# Lyft ignoring my emails?



## Ti Kto Takoy? (Aug 9, 2016)

Hey guys, I hope everyone enjoyed/enjoying the holidays. I am from NYC and used to be NY Lyft and Uber driver for sometime. Just recently, I decided that I need to get my own car instead of losing money on the rental and so I did. With that said, I proceeded to switch both Uber and Lyft to drive in a different region while I'm waiting on all of the needed paperwork and TLC stuff.

Now I was able to switch the uber account but having an issue with Lyft. A bit of a back story: before I returned my rental back in September, I had a very negative experience with the car. It was a 2013 Hyundai Sonata Hybrid. That one night, while I'm with the pax, lost its hybrid powers along with brake pressure... Luckily, I was able to bring the car to a full stop and get it to the base safely. Now the problem with that was, that the lady I was driving emailed Lyft and I'm guessing explained the situation.

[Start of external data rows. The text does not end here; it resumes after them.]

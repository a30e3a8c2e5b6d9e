"""Derivative names and sidecars: what a downstream pipeline reads in the batch's folder.

Names follow the BIDS entity rules (see :mod:`fieldfix.batch.bids`); a name says what the
file holds and on which grid:

==========================  =========================================================
field-map job (``F`` = the  ``F_desc-b0hz_fieldmap.nii.gz`` (Hz), ``F_desc-b0_mask``,
acquisition's entities,     ``F_desc-b0_magnitude``, ``F_desc-b0rads_fieldmap``,
no ``dir-``)                ``F_desc-b0ppm_fieldmap``; summary ``F_desc-fieldmap_summary.json``
unwarping (``R`` = the      ``R_desc-corrected_<S>.nii.gz`` (the series, with a complete
run's entities, ``S`` its   sidecar), ``R_desc-<S>_shift`` (voxels), ``R_desc-<S>_jacobian``,
suffix; the run's grid)     ``R_desc-<S>fold_mask``, ``R_desc-<S>_displacement`` (vectors);
                            summary ``R_desc-<S>unwarp_summary.json``
dropout                     ``R_space-fieldmap_desc-<S>_retention`` and
                            ``..._boldsensitivity`` (on the field map's grid),
                            ``R_desc-<S>_retention`` / ``..._boldsensitivity`` (resampled onto
                            the run's grid); summary ``R_desc-<S>dropout_summary.json``
==========================  =========================================================

Every image has a sidecar: the job's provenance, ``Sources`` as BIDS URIs
(``bids:raw:<path>`` for the raw dataset named in ``DatasetLinks``, ``bids::<path>`` for
this one), ``SpatialReference`` (the raw image whose grid it is on), and what it holds.
The corrected series' sidecar carries the raw run's metadata forward (timing, task, echo,
slice timing, everything of its inherited sidecars) except the field-map links (it needs no
further correction), plus a record of the correction. Job summaries have the suffix
``summary``, which no image has, so no JSON file looks like a sidecar without its image.
"""

from __future__ import annotations

import re
from pathlib import Path

from .. import __version__
from ..errors import OutputError
from ..jsonfile import read_json, write_json
from ..outdir import atomic_output
from ..outputs import CAUTION
from .bids import BidsName, bids_uri, derivative_name, parse_bids_name
from .plan import TASK_FORMAT

__all__ = ["DERIVATIVE_NAME", "SPACE_FIELDMAP", "SUMMARY_SUFFIX", "DERIVATIVE_SUFFIXES", "derivative_names",
           "image_sidecar", "write_dataset_description", "write_bidsignore", "IGNORED_FOLDERS"]

DERIVATIVE_NAME = "fieldfix"
#: ``space-`` label of maps on the field map's grid (a custom space, see SpatialReference).
SPACE_FIELDMAP = "fieldmap"
#: Suffix of the job summaries (JSON documents, not sidecars).
SUMMARY_SUFFIX = "summary"
#: Suffixes of the files derived from a run or a field map, beside the run suffixes.
DERIVATIVE_SUFFIXES = ("fieldmap", "mask", "magnitude", "shift", "jacobian", "displacement", "retention",
                       "boldsensitivity", "epi", SUMMARY_SUFFIX)
#: Folders of the derivatives that are not BIDS data (listed in ``.bidsignore``).
IGNORED_FOLDERS = ("group/", "logs/", "inspection/")

_FIELDMAP = {"b0_hz": ("b0hz", "fieldmap"), "mask": ("b0", "mask"), "magnitude": ("b0", "magnitude"),
             "b0_rads": ("b0rads", "fieldmap"), "b0_ppm": ("b0ppm", "fieldmap")}
_DESCRIPTIONS = {
    "shift_vox": ("voxel", "shift along the phase-encode axis, in voxels, of each voxel of the run"),
    "jacobian": ("1", "Jacobian of the distortion (1 + d shift / d pe); intensities were multiplied by it"),
    "fold_mask": (None, "voxels where the distortion folds (Jacobian at or below the floor): unreliable"),
    "retention": (None, "predicted through-plane signal retention at the nominal echo time (0 to 1)"),
    "bold_sensitivity": (None, "predicted BOLD sensitivity relative to a field-free voxel"),
}


def _alnum(text: str) -> str:
    return re.sub(r"[^a-zA-Z0-9]", "", text)


def _unwarp_name(role: str, source: BidsName) -> str:
    s = source.suffix
    table = {"corrected": ("corrected", s), "shift_vox": (s, "shift"), "jacobian": (s, "jacobian"),
             "fold_mask": (f"{s}fold", "mask"), "displacement_mm": (s, "displacement")}
    desc, suffix = table.get(role, (f"{s}{_alnum(role)}", "map"))
    return derivative_name(source, desc=desc, suffix=suffix)


def _dropout_name(role: str, source: BidsName) -> str:
    s = source.suffix
    base = role.removesuffix("_on_epi")
    suffix = {"retention": "retention", "bold_sensitivity": "boldsensitivity"}.get(base, _alnum(base))
    space = None if role.endswith("_on_epi") else SPACE_FIELDMAP
    return derivative_name(source, desc=s, suffix=suffix, space=space)


def _name(kind: str, role: str, source: BidsName) -> str:
    if role == "summary":
        desc = {"fieldmap": "fieldmap"}.get(kind, f"{source.suffix}{kind}")
        return derivative_name(source, desc=desc, suffix=SUMMARY_SUFFIX, extension=".json")
    if kind == "fieldmap":  # roles not known yet (the EPI-pair job's corrected inputs) by their role's name
        desc, suffix = _FIELDMAP.get(role, (_alnum(role), "epi" if "epi" in role else "fieldmap"))
        return derivative_name(source, desc=desc, suffix=suffix)
    if kind == "unwarp":
        return _unwarp_name(role, source)
    return _dropout_name(role, source)


def derivative_names(kind: str, roles: dict, source: str) -> dict:
    """Role -> derivative file name (a list of names for a role that holds several files).

    Examples
    --------
    >>> names = derivative_names("unwarp", {"corrected": "x", "summary": "y"}, "sub-01_task-rest_bold.nii.gz")
    >>> names["corrected"], names["summary"]
    ('sub-01_task-rest_desc-corrected_bold.nii.gz', 'sub-01_task-rest_desc-boldunwarp_summary.json')
    """
    parsed = parse_bids_name(source)
    if parsed is None:
        raise OutputError(f"{source!r} is not a BIDS name; derivative names cannot be made from it")
    names = {}
    for role, native in roles.items():
        if isinstance(native, (list, tuple)):
            names[role] = [_name(kind, f"{role}{i + 1}", parsed) for i in range(len(native))]
        elif native is not None:
            names[role] = _name(kind, role, parsed)
    return names


def _uri_of(path: Path, root: Path) -> str:
    return bids_uri(path.relative_to(root).as_posix()) if path.is_relative_to(root) else path.as_uri()


def image_sidecar(task, role: str, provenance: dict, *, summary=None, derived_sources=()) -> dict:
    """The sidecar of one derivative image (see the module docstring).

    Parameters
    ----------
    task : Task
    role : str
        The output's role in the job's file registry.
    provenance : dict
        The sidecar the job wrote (provenance, units, description).
    summary : record, optional
        The job's summary (for the correction record of a corrected run).
    derived_sources : sequence of str
        Derivative files (paths from the derivatives root) it was made from.
    """
    root = Path(task.dataset)
    sources = [_uri_of(Path(p), root) for _, p in sorted(task.inputs.items())]
    sources += [bids_uri(p, "") for p in derived_sources]
    grid = "run" if task.kind == "unwarp" or role.endswith("_on_epi") else "fieldmap"
    record: dict = {}
    if task.kind == "unwarp" and role == "corrected":
        record.update({k: v for k, v in task.metadata.items()
                       if k not in ("B0FieldSource", "B0FieldIdentifier", "IntendedFor")})
        record["FieldfixCorrection"] = _correction_record(summary, derived_sources)
    units, description = _DESCRIPTIONS.get(role.removesuffix("_on_epi"), (None, None))
    if units:
        record["Units"] = units
    if description:
        record["Description"] = description
    if role == "displacement_mm" and summary is not None:
        record.update(Units="mm", DisplacementConvention=summary.displacement_convention,
                      VectorLayout="5-D NIfTI (x, y, z, 1, 3), intent code 1006 (displacement vector); the three "
                                   "components are world x, y, z in mm (NIfTI RAS+: right, anterior, superior)")
    record.update(provenance)
    record.update(Sources=sources, SpatialReference=bids_uri(task.grids[grid]) if grid in task.grids else None,
                  FieldfixBatch={"TaskId": task.task_id, "TaskFormat": TASK_FORMAT})
    return {k: v for k, v in record.items() if v is not None}


def _correction_record(summary, derived_sources) -> dict:
    if summary is None:
        return {}
    return {"Description": "distortion along the phase-encode axis corrected with a B0 field map (pull-back along "
                           "the phase-encode axis, Jacobian intensity correction when JacobianModulation is true)",
            "FieldMap": bids_uri(derived_sources[0], "") if derived_sources else None,
            "PhaseEncodingDirection": summary.pe_code, "TotalReadoutTime": summary.timing.readout_time_s,
            "EffectiveEchoSpacing": summary.timing.echo_spacing_s, "TimingSource": summary.timing.source,
            "Interpolation": summary.interp, "JacobianModulation": summary.jacobian,
            "MaxAbsShiftVoxels": summary.max_abs_shift_vox, "FoldedVoxels": summary.folded_voxels_total,
            "FieldMapPlacement": summary.field_placement,
            "FieldMapToRunTransform": _transform(summary.alignment),
            "HeadMotion": summary.motion.to_json() if summary.motion is not None else None,
            "Warnings": list(summary.warnings)}


def _transform(alignment) -> dict | None:
    """The field-map-to-run rigid transform as the sidecar states it (units and convention in the keys)."""
    if alignment is None:
        return None
    return {"Matrix": alignment.matrix, "TranslationMillimetres": alignment.translation_mm,
            "RotationDegrees": alignment.rotation_deg, "RotationCentreMillimetres": alignment.centre_mm,
            "Convention": "field-map world (NIfTI RAS+ mm) -> run world; rotations about world x, y, z through the "
                          "centre, R = Rz Ry Rx, right-handed",
            "MatchBefore": alignment.measure_before, "MatchAfter": alignment.measure_after,
            "MatchMeasure": "normalised mutual information (1 independent, 2 identical)",
            "SignalModel": alignment.signal_model}


def write_dataset_description(deriv: Path, bids_root: Path) -> Path:
    """Write (or check) ``dataset_description.json`` of the derivatives dataset.

    Raises
    ------
    OutputError
        When the folder already holds a dataset description not made by fieldfix.
    """
    path = deriv / "dataset_description.json"
    if path.is_file():
        existing = read_json(path)
        names = [g.get("Name") for g in existing.get("GeneratedBy", []) if isinstance(g, dict)]
        if DERIVATIVE_NAME not in names:
            raise OutputError("this folder holds another dataset (its dataset_description.json was not written by "
                              "fieldfix); choose another output folder", path=path)
    raw = bids_root / "dataset_description.json"
    source_name = read_json(raw).get("Name") if raw.is_file() else None
    description = {
        "Name": f"fieldfix derivatives of {source_name}" if source_name else "fieldfix derivatives",
        "BIDSVersion": "1.9.0", "DatasetType": "derivative",
        "GeneratedBy": [{"Name": DERIVATIVE_NAME, "Version": __version__,
                         "Description": "B0 field maps in Hz, EPI runs unwarped along the phase-encode axis with "
                                        "Jacobian intensity correction, predicted dropout maps. " + CAUTION}],
        "SourceDatasets": [{"URL": bids_root.as_uri()}],
        "DatasetLinks": {"raw": bids_root.as_uri()},
    }
    write_json(path, description, overwrite=True)
    return path


def write_bidsignore(deriv: Path) -> Path:
    """List the batch's non-BIDS folders (group table, logs, reports) in ``.bidsignore``."""
    path = deriv / ".bidsignore"
    with atomic_output(path, overwrite=True) as temporary:
        temporary.write_text("".join(f"{folder}\n" for folder in IGNORED_FOLDERS), encoding="utf-8")
    return path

The next day my account was disabled and Lyft emailed me asking for details. I explained the whole situation to them and they said to let them know when I get a new vehicle.

So long story short... I went through the motions, emailed back and forth with cars info and what not. Now it's saying that my account is at 60%, still disabled and now, no one is getting back to me or responding to my emails..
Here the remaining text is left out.